GOAL OF THE EXERCISE => Your job is to set down the stretch of entries that opens with the line containing "let near = |a: f64, b: f64|" and closes with the line containing "let [first, second, third]". Keep both end lines, copy each exactly, and add nothing.

RECORDS FOR PROCESSING =>
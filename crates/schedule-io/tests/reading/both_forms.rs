//! A workbook and a folder of CSV files with the same tables give the same floor.

use std::path::{Path, PathBuf};

use rust_xlsxwriter::Workbook;
use schedule_io::book::Book;
use schedule_io::sheets::SHEETS;

use crate::support::{folder, read, said};

const ALL_SHEETS: &[(&str, &[u8])] = &[
    (
        "criteria.csv",
        b"Item,Value,Unit,Remark\nProject,Ferry Point Store (invented),,\nDate,2026-03-31,,\n\
          Cube strength fcu (N/mm2),35,,\nYield strength fy,460000,kN/m2,\nBar sizes (mm),10; 12 16,,\n\
          Thickness (m),0.175,,\nExposure, Moderate ,,\nCode of practice,bs8110-1:1997,,\n\
          Fire resistance,90,min,\nThickness options,\"150, 175, 200\",mm,\n",
    ),
    (
        "gridlines.csv",
        b"Gridline,Axis,Position (mm)\nA,X,0\nB,x,5100\nC,X,9600.5\n1,Y,0\n2,Y,6200\n3,Y,11300\n",
    ),
    (
        "panels.csv",
        b"Upper floor\n\nPanel,X from,X to,Y from,Y to,Thickness,Finishes (N/m2),Imposed (kPa),Spanning,Corners,\
          Top level (mm),North edge,West edge,Remarks,Zone\n\
          101,A,B,1,2,200,1250,3,two way,free to lift,-50,Continuous,free,\"stair, east side\",Z1\n\n\
          102,B,C,1,2,,,,one-way x,,,,,,\nS3,A,C,2,3,,0,,Cantilever,,,,,,\n",
    ),
    ("joints.csv", b"Gridline,From,To,Remark\n2,A,B,movement joint\n1,,,\n"),
    ("supports.csv", b"Gridline,From,To,Kind,Width (mm),Remark\nB,1,2,Wall,200,\nC,,,none,,\n3,,,beam,,\n"),
    ("openings.csv", b"Panel,From west (m),From south (m),Width x (m),Width y (m),Remark\n101,1.2,2,0.6,0.9,riser\n"),
    ("wall_loads.csv", b"Panel,Along,Offset (m),From (m),To (m),Load (kN/m),Remark\nS3,Y,1.5,0,3.2,6.4,\n"),
    (
        "loose_panels.csv",
        b"Panel,Short span (m),Long span (m),Long edge 1,Short edge 2,Spanning,Remark\n\
          R1,3.1,4.2,continuous,free,one-way short,lift roof\nR2,2.4,2.4,,,,\n",
    ),
    (
        "chosen_bars.csv",
        b"Panel,Position,Size (mm),Spacing (mm),Remark\n101,short bottom,12,150,\n101,North top,10,125,as built\n\
          R1,long edge 1 top,10,200,\n",
    ),
];

/// The same tables as a workbook beside the folder; numbers as numbers, all else as text.
fn as_workbook(folder: &Path, beside: &Path) -> PathBuf {
    let mut book = Workbook::new();
    for spec in SHEETS {
        let path = folder.join(spec.csv);
        if !path.exists() {
            continue;
        }
        let sheet = book.add_worksheet();
        sheet.set_name(spec.name).unwrap();
        let mut reader = csv::ReaderBuilder::new().has_headers(false).flexible(true).from_path(path).unwrap();
        for (row, record) in (0..).zip(reader.records()) {
            for (column, cell) in (0..).zip(&record.unwrap()) {
                match cell.parse::<f64>() {
                    Ok(number) => sheet.write_number(row, column, number).unwrap(),
                    Err(_) => sheet.write_string(row, column, cell).unwrap(),
                };
            }
        }
    }
    let path = beside.join("book.xlsx");
    book.save(&path).unwrap();
    path
}

fn whole(path: &Path) -> Book {
    let reading = read(path);
    assert!(reading.queries.is_empty(), "{:#?}", said(&reading));
    reading.book.unwrap()
}

fn compare(folder: &Path, beside: &Path) -> Book {
    let csv = whole(folder);
    let xlsx = whole(&as_workbook(folder, beside));
    assert_eq!(csv.layout, xlsx.layout);
    assert_eq!(csv.criteria, xlsx.criteria);
    assert_eq!(csv.defaults_used, xlsx.defaults_used);
    csv
}

#[test]
fn every_sheet_is_the_same_in_both_forms() {
    let (dir, path) = folder(ALL_SHEETS);
    let book = compare(&path, dir.path());
    holds_what_the_tables_say(&book);
}

/// The values that the tables above hold, by hand.
fn holds_what_the_tables_say(book: &Book) {
    use design_engine::criteria::Exposure;
    use design_engine::floor::{Axis, Corners, Side, Spanning, TenthMm};
    use floor_grid::layout::{ChosenPosition, GridlineId, LineSupportKind, StatedEdge};

    let near = |a: f64, b: f64| assert!((a - b).abs() < 1e-12, "{a} is not {b}");
    let criteria = &book.criteria;
    near(criteria.fcu_n_mm2, 35.0);
    near(criteria.fy_n_mm2, 460.0);
    near(criteria.thickness_mm, 175.0);
    near(criteria.fire_resistance_h, 1.5);
    assert_eq!(criteria.date, "2026-03-31");
    assert_eq!(criteria.exposure, Exposure::Moderate);
    assert_eq!(criteria.bar_sizes_mm, [10.0, 12.0, 16.0]);
    assert_eq!(criteria.thickness_options_mm, [150.0, 175.0, 200.0]);
    let defaults: Vec<&str> = book.defaults_used.iter().map(|d| d.key).collect();
    assert!(defaults.contains(&"imposed_kn_m2") && !defaults.contains(&"thickness_mm"));

    let layout = &book.layout;
    assert_eq!(layout.gridlines[2].position, TenthMm(96_005));
    assert_eq!(layout.tolerance, TenthMm(10));
    let [first, second, third] = &layout.panels[..] else { panic!("three panels") };
    assert_eq!((first.x_from, first.y_to), (GridlineId(0), GridlineId(4)));
    assert_eq!(first.data.mark, "101");
    near(first.data.thickness_mm, 200.0);
    near(first.data.loads.finishes_kn_m2, 1.25);
    near(first.data.loads.partitions_kn_m2, criteria.partitions_kn_m2);
    near(first.data.loads.imposed_kn_m2, 3.0);
    near(first.top_level_mm, -50.0);
    assert_eq!(first.data.spanning, Spanning::TwoWay);
    assert_eq!((first.data.corners, first.data.corners_stated), (Corners::FreeToLift, true));
    assert_eq!(first.stated_edges, [Some(StatedEdge::Continuous), None, None, Some(StatedEdge::Free)]);
    assert_eq!((first.data.remarks.as_str(), first.zone.as_str()), ("stair, east side", "Z1"));
    near(second.data.thickness_mm, 175.0);
    assert_eq!(second.data.spanning, Spanning::OneWay(Axis::X));
    assert_eq!((second.data.corners, second.data.corners_stated), (Corners::HeldDown, false));
    near(third.data.loads.finishes_kn_m2, 0.0);
    assert_eq!(third.data.spanning, Spanning::Cantilever);

    assert_eq!(layout.joints[0].stretch.to, Some(GridlineId(1)));
    assert_eq!(layout.joints[1].stretch.from, None);
    assert_eq!(layout.supports[0].kind, LineSupportKind::Wall);
    near(layout.supports[2].width_mm, criteria.support_width_mm);
    near(layout.openings[0].width_y_m, 0.9);
    assert_eq!(layout.wall_loads[0].along, Axis::Y);
    let loose = &layout.loose_panels[0];
    assert_eq!(loose.data.spanning, Spanning::OneWay(Axis::X));
    let expected =
        [StatedEdge::Continuous, StatedEdge::Discontinuous, StatedEdge::Discontinuous, StatedEdge::Free];
    assert_eq!(loose.edges, expected);
    assert_eq!(loose.data.remarks, "lift roof");
    let positions: Vec<ChosenPosition> = layout.chosen_bars.iter().map(|bars| bars.position).collect();
    // The first long edge of a loose panel is its west side.
    let expected =
        [ChosenPosition::ShortBottom, ChosenPosition::Top(Side::North), ChosenPosition::Top(Side::West)];
    assert_eq!(positions, expected);
}

#[test]
fn the_example_floors_are_the_same_in_both_forms() {
    let floors = Path::new(env!("CARGO_MANIFEST_DIR")).join("../../fixtures/floors");
    let mut count = 0;
    for floor in std::fs::read_dir(floors).unwrap() {
        let folder = floor.unwrap().path().join("book");
        let beside = tempfile::tempdir().unwrap();
        compare(&folder, beside.path());
        count += 1;
    }
    assert!(count >= 2, "the example floors are there");
}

WRITTEN SOLUTION =>
    let near = |a: f64, b: f64| assert!((a - b).abs() < 1e-12, "{a} is not {b}");
    let criteria = &book.criteria;
    near(criteria.fcu_n_mm2, 35.0);
    near(criteria.fy_n_mm2, 460.0);
    near(criteria.thickness_mm, 175.0);
    near(criteria.fire_resistance_h, 1.5);
    assert_eq!(criteria.date, "2026-03-31");
    assert_eq!(criteria.exposure, Exposure::Moderate);
    assert_eq!(criteria.bar_sizes_mm, [10.0, 12.0, 16.0]);
    assert_eq!(criteria.thickness_options_mm, [150.0, 175.0, 200.0]);
    let defaults: Vec<&str> = book.defaults_used.iter().map(|d| d.key).collect();
    assert!(defaults.contains(&"imposed_kn_m2") && !defaults.contains(&"thickness_mm"));

    let layout = &book.layout;
    assert_eq!(layout.gridlines[2].position, TenthMm(96_005));
    assert_eq!(layout.tolerance, TenthMm(10));
    let [first, second, third] = &layout.panels[..] else { panic!("three panels") };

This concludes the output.